__PROVIDED ENTRIES__.
..............................

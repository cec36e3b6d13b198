//! The state of a hunt: draws up rounds, merges their results.
//!
//! Everything here runs on one thread and in task order, so the bits of a hunt are decided here and in the tasks, never
//! by who finished first.

use std::collections::BTreeSet;
use std::sync::Arc;

use crate::base::random::{Purpose, stream};
use crate::ledger::{EntryId, Identity, Ledger, Meeting};

use super::chain::Chains;
use super::outcome::{Ending, Troubles};
use super::schedule::Schedule;
use super::settings::{Heuristic, Settings};
use super::structure::Structure;
use super::task::{Finding, Proposal, Task, TaskResult, Work};

/// Tasks of the first rounds. Small, so that chains get deep early; the rounds grow with the evaluations spent, since
/// many threads need many tasks and by then depth is cheap.
const FIRST_ROUND: f64 = 16.0;
/// The evaluations after which a round has doubled, quadrupled at three times more, and so on (square-root growth).
const GROWTH: f64 = 100_000.0;
/// The most tasks of a round.
const LARGEST_ROUND: f64 = 1024.0;

/// The share of evaluations that confirmations may take while the hunt goes on; the rest waits for the closing.
const CONFIRMING_SHARE: f64 = 0.25;

/// A hunt between two rounds.
pub struct Hunt {
    settings: Settings,
    structure: Arc<Structure>,
    ledger: Ledger,
    schedule: Schedule,
    chains: Chains,
    troubles: Troubles,
    confirming: u64,
    asked_to_confirm: BTreeSet<EntryId>,
    given_drawn: usize,
    spread_drawn: u64,
    rounds_merged: u64,
}

impl Hunt {
    /// A hunt that has not begun.
    pub fn new(settings: Settings, structure: Arc<Structure>, identity: Arc<Identity>, value_scale: f64) -> Self {
        Hunt {
            ledger: Ledger::new(identity, value_scale),
            schedule: Schedule::new(&settings.mix, settings.survey),
            chains: Chains::new(&structure),
            troubles: Troubles::default(),
            confirming: 0,
            asked_to_confirm: BTreeSet::new(),
            given_drawn: 0,
            spread_drawn: 0,
            rounds_merged: 0,
            settings,
            structure,
        }
    }

    /// The tasks of a round, from the state as it is: call it for rounds 0 and 1 at the start, and for round r + 2
    /// right after round r was merged.
    pub fn draw(&mut self, round: u64) -> Vec<Task> {
        let mut work = Vec::new();
        let size = self.round_size();
        self.draw_given(size, &mut work);
        self.draw_confirmations(&mut work);
        let mut hops = 0;
        let mut rng = stream(self.settings.seed, round, 0, Purpose::Round);
        while work.len() < size && (work.is_empty() || self.has_room()) {
            let heuristic = self.schedule.next();
            self.schedule.begin(heuristic);
            let (proposal, mark) = match heuristic {
                Heuristic::Multistart => {
                    // Every other start is spread evenly; the rest are independent of each other.
                    self.spread_drawn += 1;
                    let number = self.spread_drawn;
                    (if number.is_multiple_of(2) { Proposal::Spread(number / 2) } else { Proposal::Uniform }, 0)
                }
                Heuristic::Hop => {
                    hops += 1;
                    self.chains.propose(round, hops - 1, &self.ledger, &mut rng)
                }
                Heuristic::Survey | Heuristic::Given => (Proposal::Uniform, 0),
            };
            work.push(Work::Descend { heuristic, proposal, mark });
        }
        work.into_iter().enumerate().map(|(number, work)| Task { round, number: number as u64, work }).collect()
    }

    /// Takes in the results of a round, in task order; says whether the hunt has reached what it was asked for.
    pub fn merge(&mut self, results: Vec<TaskResult>) -> Option<Ending> {
        self.absorb(results);
        self.rounds_merged += 1;
        let reached = |target: f64| self.ledger.lowest_value().is_some_and(|lowest| lowest <= target);
        if self.settings.target.is_some_and(reached) {
            return Some(Ending::Target);
        }
        let spent = |most: u64| self.evaluations() >= most;
        self.settings.max_evaluations.is_some_and(spent).then_some(Ending::Evaluations)
    }

    /// Takes in the results of the closing.
    pub fn merge_closing(&mut self, results: Vec<TaskResult>) {
        self.absorb(results);
    }

    fn absorb(&mut self, results: Vec<TaskResult>) {
        for result in results {
            self.troubles.outside += result.outside;
            if self.troubles.first_outside.is_none() {
                self.troubles.first_outside = result.first_outside;
            }
            let (round, number) = (result.round, result.number);
            match result.finding {
                Finding::Met { heuristic, mark, candidate } => {
                    self.schedule.end(heuristic, result.evaluations);
                    let meeting =
                        Meeting { heuristic: heuristic.number(), round, task: number, evaluation: self.evaluations() };
                    let (value, at) = (candidate.value, candidate.at.clone());
                    let met = self.ledger.meet(candidate, meeting);
                    if met.new {
                        self.chains.met_new(met.entry);
                    }
                    if heuristic == Heuristic::Hop {
                        let mut rng = stream(self.settings.seed, round, number + 1, Purpose::Round);
                        self.chains.arrive(mark, value, &at, met.entry, &mut rng);
                    }
                }
                Finding::Lost { heuristic, mark, reason } => {
                    self.schedule.end(heuristic, result.evaluations);
                    self.troubles.count(reason);
                    if heuristic == Heuristic::Hop {
                        self.chains.fail(mark);
                    }
                }
                Finding::Confirmed { entry, confirmed, saddles } => {
                    self.confirming += result.evaluations;
                    self.asked_to_confirm.remove(&entry);
                    self.troubles.saddles += saddles;
                    self.troubles.flat += u64::from(confirmed.is_flat());
                    self.ledger.confirm(entry, confirmed);
                }
                Finding::Dismissed { entry } => {
                    self.confirming += result.evaluations;
                    self.asked_to_confirm.remove(&entry);
                    self.troubles.not_confirmed += 1;
                    self.ledger.dismiss(entry);
                }
            }
        }
    }

    /// Confirmations of the lowest entries that still wait, `most` at most: the closing of a hunt.
    pub fn draw_closing(&mut self, round: u64, most: usize) -> Vec<Task> {
        let waiting: Vec<EntryId> = self.ledger.unconfirmed(most);
        let points = waiting.into_iter().filter_map(|entry| Some((entry, self.ledger.point(entry)?)));
        points
            .enumerate()
            .map(|(number, (entry, at))| Task { round, number: number as u64, work: Work::Confirm { entry, at } })
            .collect()
    }

    /// Evaluations so far, confirmations included.
    pub fn evaluations(&self) -> u64 {
        self.schedule.spent().iter().sum::<u64>() + self.confirming
    }

    /// What was met so far.
    pub fn ledger(&self) -> &Ledger {
        &self.ledger
    }

    /// The ledger, at the end.
    pub fn into_ledger(self) -> Ledger {
        self.ledger
    }

    /// What went wrong so far.
    pub fn troubles(&self) -> &Troubles {
        &self.troubles
    }

    /// The account of evaluations by heuristic.
    pub fn schedule(&self) -> &Schedule {
        &self.schedule
    }

    /// Evaluations spent on confirming.
    pub fn confirming(&self) -> u64 {
        self.confirming
    }

    /// Rounds merged so far.
    pub fn rounds_merged(&self) -> u64 {
        self.rounds_merged
    }

    fn round_size(&self) -> usize {
        let growth = (1.0 + self.evaluations() as f64 / GROWTH).sqrt();
        (FIRST_ROUND * growth).min(LARGEST_ROUND) as usize
    }

    /// Whether another task fits into the budget, by what tasks usually cost: a small budget is not overrun by a whole
    /// round.
    fn has_room(&self) -> bool {
        let planned = self.evaluations() as f64 + self.schedule.under_way();
        self.settings.max_evaluations.is_none_or(|most| planned < most as f64)
    }

    fn draw_given(&mut self, size: usize, work: &mut Vec<Work>) {
        while self.given_drawn < self.settings.given.len() && work.len() < size {
            let point = Proposal::Point(self.settings.given[self.given_drawn].clone().into());
            self.given_drawn += 1;
            self.schedule.begin(Heuristic::Given);
            work.push(Work::Descend { heuristic: Heuristic::Given, proposal: point, mark: 0 });
        }
    }

    /// Confirmations of the lowest entries that wait, as far as their share of the evaluations goes. The lowest of all
    /// is confirmed in any case.
    fn draw_confirmations(&mut self, work: &mut Vec<Work>) {
        let cost = self.structure.n_unknowns() as f64;
        let under_way = self.asked_to_confirm.len();
        let allowed = CONFIRMING_SHARE * self.evaluations() as f64 - self.confirming as f64 - under_way as f64 * cost;
        let most = (allowed / cost).max(0.0) as usize;
        let lowest = self.ledger.lowest_entry();
        for entry in self.ledger.unconfirmed(most + under_way) {
            if self.asked_to_confirm.contains(&entry) {
                continue;
            }
            let Some(at) = self.ledger.point(entry) else { continue };
            self.asked_to_confirm.insert(entry);
            work.push(Work::Confirm { entry, at });
        }
        if let Some(lowest) = lowest.filter(|&entry| !self.ledger.is_confirmed(entry))
            && self.asked_to_confirm.insert(lowest)
            && let Some(at) = self.ledger.point(lowest)
        {
            work.push(Work::Confirm { entry: lowest, at });
        }
    }
}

..............................

__WORK TO COMPLETE__. Look at the material above and copy, word for word, its lines from the first through the one containing "of a round.".

__SOLUTION__.
repository cec36e3b6d13b198
//! The state of a hunt: draws up rounds, merges their results.
//!
//! Everything here runs on one thread and in task order, so the bits of a hunt are decided here and in the tasks, never
//! by who finished first.

use std::collections::BTreeSet;
use std::sync::Arc;

use crate::base::random::{Purpose, stream};
use crate::ledger::{EntryId, Identity, Ledger, Meeting};

use super::chain::Chains;
use super::outcome::{Ending, Troubles};
use super::schedule::Schedule;
use super::settings::{Heuristic, Settings};
use super::structure::Structure;
use super::task::{Finding, Proposal, Task, TaskResult, Work};

/// Tasks of the first rounds. Small, so that chains get deep early; the rounds grow with the evaluations spent, since
/// many threads need many tasks and by then depth is cheap.
const FIRST_ROUND: f64 = 16.0;
/// The evaluations after which a round has doubled, quadrupled at three times more, and so on (square-root growth).
const GROWTH: f64 = 100_000.0;
/// The most tasks of a round.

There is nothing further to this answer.